AIM OF THE TASK - In the listing below, find the line containing "filename reconcile/read/workbook.py" and the line containing "from reconcile.read.preflight import". Repeat exactly those two lines and every line between them, nothing more.

[Start of section]

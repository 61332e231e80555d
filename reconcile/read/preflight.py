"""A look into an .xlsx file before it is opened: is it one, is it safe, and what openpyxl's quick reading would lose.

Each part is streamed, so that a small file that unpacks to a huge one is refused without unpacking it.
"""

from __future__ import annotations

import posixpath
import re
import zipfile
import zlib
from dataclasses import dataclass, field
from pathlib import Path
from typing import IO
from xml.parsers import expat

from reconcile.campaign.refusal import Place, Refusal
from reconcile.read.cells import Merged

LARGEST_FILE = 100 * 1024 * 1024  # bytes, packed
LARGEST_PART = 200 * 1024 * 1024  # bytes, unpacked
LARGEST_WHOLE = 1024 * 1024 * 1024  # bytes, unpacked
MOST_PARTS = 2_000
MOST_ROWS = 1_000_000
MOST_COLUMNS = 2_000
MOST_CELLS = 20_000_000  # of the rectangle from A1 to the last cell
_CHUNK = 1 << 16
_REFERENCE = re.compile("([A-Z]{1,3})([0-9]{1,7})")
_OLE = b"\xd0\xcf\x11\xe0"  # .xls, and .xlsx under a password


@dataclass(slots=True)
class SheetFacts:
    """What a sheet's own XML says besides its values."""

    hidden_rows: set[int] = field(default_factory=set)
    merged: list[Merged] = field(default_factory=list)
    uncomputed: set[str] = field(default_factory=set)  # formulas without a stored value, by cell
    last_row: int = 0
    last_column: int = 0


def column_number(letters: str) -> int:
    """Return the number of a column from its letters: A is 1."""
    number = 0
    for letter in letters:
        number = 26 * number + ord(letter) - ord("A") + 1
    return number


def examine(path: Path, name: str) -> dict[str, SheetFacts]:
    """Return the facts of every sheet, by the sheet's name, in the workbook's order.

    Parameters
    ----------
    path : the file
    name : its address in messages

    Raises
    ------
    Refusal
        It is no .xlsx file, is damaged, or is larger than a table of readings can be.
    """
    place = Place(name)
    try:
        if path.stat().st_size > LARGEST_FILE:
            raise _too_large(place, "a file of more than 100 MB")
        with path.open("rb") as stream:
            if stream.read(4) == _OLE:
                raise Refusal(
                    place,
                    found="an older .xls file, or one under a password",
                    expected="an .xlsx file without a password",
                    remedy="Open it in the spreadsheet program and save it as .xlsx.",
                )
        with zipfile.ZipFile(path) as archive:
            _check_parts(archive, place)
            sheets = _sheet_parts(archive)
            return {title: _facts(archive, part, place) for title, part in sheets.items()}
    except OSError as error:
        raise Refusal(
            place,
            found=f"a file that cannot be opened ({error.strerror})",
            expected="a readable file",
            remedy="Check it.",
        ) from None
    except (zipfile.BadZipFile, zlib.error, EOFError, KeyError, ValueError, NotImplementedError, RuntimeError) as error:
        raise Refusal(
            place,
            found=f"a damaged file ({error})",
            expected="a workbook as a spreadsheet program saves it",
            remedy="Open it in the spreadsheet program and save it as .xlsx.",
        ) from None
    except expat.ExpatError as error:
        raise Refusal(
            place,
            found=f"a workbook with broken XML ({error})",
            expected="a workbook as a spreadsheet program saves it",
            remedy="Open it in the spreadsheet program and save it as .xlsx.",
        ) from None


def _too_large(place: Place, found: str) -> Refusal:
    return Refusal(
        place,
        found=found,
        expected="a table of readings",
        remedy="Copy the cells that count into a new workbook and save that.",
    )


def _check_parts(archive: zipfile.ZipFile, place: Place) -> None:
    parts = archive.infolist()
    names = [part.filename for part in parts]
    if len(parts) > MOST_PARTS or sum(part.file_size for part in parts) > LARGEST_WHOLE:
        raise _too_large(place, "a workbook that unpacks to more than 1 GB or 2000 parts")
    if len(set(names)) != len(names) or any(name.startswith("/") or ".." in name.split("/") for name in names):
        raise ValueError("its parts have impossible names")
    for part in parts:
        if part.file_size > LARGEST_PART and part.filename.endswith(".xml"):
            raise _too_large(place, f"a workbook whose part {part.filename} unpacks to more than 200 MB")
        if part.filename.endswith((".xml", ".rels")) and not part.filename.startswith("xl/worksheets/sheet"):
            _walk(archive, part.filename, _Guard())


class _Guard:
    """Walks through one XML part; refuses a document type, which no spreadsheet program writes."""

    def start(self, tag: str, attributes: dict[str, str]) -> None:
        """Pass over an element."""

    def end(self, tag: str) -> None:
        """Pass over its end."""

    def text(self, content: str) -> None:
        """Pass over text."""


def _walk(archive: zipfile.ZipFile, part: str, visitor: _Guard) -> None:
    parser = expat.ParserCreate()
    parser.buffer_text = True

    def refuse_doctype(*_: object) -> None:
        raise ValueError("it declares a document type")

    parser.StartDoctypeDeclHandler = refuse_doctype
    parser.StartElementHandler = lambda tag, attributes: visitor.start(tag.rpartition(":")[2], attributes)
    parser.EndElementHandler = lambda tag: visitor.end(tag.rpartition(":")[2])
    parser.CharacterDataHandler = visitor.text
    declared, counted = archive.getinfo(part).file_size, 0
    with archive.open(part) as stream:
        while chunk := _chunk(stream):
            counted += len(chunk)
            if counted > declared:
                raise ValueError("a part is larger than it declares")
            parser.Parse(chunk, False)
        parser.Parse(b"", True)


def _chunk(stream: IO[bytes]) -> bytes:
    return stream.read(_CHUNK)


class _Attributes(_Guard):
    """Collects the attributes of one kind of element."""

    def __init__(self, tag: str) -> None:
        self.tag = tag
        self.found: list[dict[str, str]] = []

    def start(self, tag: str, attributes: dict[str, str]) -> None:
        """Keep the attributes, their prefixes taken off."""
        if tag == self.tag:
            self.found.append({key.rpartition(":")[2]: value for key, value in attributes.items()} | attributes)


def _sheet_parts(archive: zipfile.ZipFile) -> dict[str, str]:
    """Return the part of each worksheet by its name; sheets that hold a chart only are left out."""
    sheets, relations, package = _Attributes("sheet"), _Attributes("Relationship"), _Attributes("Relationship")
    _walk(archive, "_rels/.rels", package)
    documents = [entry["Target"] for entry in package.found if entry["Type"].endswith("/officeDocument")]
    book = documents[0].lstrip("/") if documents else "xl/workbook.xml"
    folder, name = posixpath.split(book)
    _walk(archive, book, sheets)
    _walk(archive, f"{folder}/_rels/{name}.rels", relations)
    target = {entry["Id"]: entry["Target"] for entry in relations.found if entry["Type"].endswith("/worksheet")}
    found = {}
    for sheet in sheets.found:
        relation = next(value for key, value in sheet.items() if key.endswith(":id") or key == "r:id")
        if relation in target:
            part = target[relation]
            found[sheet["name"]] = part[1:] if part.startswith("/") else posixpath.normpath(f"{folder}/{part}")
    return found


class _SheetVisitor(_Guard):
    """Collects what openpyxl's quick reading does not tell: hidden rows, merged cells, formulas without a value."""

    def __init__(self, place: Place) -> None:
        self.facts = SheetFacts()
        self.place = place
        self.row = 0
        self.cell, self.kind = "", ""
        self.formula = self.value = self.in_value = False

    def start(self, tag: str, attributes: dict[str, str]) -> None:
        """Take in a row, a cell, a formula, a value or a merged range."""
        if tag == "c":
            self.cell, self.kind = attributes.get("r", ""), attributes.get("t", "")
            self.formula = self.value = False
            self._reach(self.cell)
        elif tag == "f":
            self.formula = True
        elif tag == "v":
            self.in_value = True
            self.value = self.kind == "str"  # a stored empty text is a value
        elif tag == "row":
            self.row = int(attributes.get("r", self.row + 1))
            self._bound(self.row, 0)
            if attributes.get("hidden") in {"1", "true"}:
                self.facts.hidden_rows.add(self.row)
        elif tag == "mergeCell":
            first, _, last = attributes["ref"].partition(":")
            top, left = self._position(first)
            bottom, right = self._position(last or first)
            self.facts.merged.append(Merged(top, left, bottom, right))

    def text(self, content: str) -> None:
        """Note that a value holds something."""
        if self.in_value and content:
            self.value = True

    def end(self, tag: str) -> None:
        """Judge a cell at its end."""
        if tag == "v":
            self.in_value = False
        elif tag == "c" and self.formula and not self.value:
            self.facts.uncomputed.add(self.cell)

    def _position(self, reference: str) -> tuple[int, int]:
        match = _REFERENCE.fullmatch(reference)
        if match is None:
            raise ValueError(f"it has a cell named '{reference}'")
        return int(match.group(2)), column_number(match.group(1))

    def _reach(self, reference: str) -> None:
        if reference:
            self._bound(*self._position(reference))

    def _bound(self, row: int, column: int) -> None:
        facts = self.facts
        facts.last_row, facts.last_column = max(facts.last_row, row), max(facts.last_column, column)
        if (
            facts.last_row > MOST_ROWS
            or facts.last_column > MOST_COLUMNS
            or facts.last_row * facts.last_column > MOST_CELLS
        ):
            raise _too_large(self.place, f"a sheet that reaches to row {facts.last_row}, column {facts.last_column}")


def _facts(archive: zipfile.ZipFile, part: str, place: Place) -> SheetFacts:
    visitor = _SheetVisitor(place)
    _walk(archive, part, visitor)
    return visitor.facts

[End of section]
[Start of section]

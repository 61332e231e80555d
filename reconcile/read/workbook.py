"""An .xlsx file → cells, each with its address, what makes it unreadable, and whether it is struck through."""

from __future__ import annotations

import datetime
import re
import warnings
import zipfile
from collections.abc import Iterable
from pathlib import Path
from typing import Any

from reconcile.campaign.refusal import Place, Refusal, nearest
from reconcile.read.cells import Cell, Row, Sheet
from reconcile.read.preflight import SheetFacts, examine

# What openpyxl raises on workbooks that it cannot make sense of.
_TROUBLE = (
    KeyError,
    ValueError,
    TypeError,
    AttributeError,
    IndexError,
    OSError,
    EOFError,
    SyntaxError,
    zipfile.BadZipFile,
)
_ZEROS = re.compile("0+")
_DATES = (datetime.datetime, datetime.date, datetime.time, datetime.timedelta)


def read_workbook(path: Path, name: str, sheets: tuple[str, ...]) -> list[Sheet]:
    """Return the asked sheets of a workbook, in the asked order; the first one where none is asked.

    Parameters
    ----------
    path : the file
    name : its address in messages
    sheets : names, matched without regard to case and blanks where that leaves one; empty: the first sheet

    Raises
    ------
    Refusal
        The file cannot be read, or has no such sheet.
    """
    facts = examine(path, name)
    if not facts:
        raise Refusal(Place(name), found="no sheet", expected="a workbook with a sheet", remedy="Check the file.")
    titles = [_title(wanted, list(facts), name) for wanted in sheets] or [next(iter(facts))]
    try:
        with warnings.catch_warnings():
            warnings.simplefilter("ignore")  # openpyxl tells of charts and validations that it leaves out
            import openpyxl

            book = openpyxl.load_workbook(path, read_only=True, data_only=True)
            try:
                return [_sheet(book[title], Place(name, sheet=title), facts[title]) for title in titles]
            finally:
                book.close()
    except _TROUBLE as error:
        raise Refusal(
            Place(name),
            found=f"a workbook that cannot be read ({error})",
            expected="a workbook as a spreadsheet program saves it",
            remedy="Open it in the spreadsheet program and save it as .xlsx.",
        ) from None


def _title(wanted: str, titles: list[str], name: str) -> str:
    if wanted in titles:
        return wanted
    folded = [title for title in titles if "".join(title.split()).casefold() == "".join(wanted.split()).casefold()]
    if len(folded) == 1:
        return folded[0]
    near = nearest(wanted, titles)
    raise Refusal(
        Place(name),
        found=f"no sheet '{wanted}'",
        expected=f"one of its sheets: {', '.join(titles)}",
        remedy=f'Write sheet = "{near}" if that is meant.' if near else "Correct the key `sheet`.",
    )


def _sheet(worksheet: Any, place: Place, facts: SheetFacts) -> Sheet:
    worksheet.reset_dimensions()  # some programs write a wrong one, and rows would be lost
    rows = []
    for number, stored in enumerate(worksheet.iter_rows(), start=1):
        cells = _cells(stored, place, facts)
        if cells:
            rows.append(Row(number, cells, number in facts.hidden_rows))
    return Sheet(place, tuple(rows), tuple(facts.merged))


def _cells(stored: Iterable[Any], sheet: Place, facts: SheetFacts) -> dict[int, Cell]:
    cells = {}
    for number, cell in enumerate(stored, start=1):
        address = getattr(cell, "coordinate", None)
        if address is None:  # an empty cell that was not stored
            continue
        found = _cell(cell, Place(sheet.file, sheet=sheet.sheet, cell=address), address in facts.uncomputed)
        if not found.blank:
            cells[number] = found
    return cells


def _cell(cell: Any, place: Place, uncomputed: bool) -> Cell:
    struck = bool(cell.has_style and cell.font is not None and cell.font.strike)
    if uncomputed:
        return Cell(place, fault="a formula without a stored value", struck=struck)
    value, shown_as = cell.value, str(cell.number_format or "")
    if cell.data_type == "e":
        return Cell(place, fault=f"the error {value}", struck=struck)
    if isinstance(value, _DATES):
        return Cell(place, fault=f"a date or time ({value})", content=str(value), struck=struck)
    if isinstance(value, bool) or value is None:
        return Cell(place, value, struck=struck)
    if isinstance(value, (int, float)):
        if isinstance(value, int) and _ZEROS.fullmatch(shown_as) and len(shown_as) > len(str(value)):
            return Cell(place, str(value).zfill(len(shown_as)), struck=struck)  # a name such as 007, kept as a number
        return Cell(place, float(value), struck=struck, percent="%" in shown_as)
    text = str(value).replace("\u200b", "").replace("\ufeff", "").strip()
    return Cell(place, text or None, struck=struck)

[End of section]

FINISHED TASK -
filename reconcile/read/workbook.py
"""An .xlsx file → cells, each with its address, what makes it unreadable, and whether it is struck through."""

from __future__ import annotations

import datetime
import re
import warnings
import zipfile
from collections.abc import Iterable
from pathlib import Path
from typing import Any

from reconcile.campaign.refusal import Place, Refusal, nearest
from reconcile.read.cells import Cell, Row, Sheet
from reconcile.read.preflight import SheetFacts, examine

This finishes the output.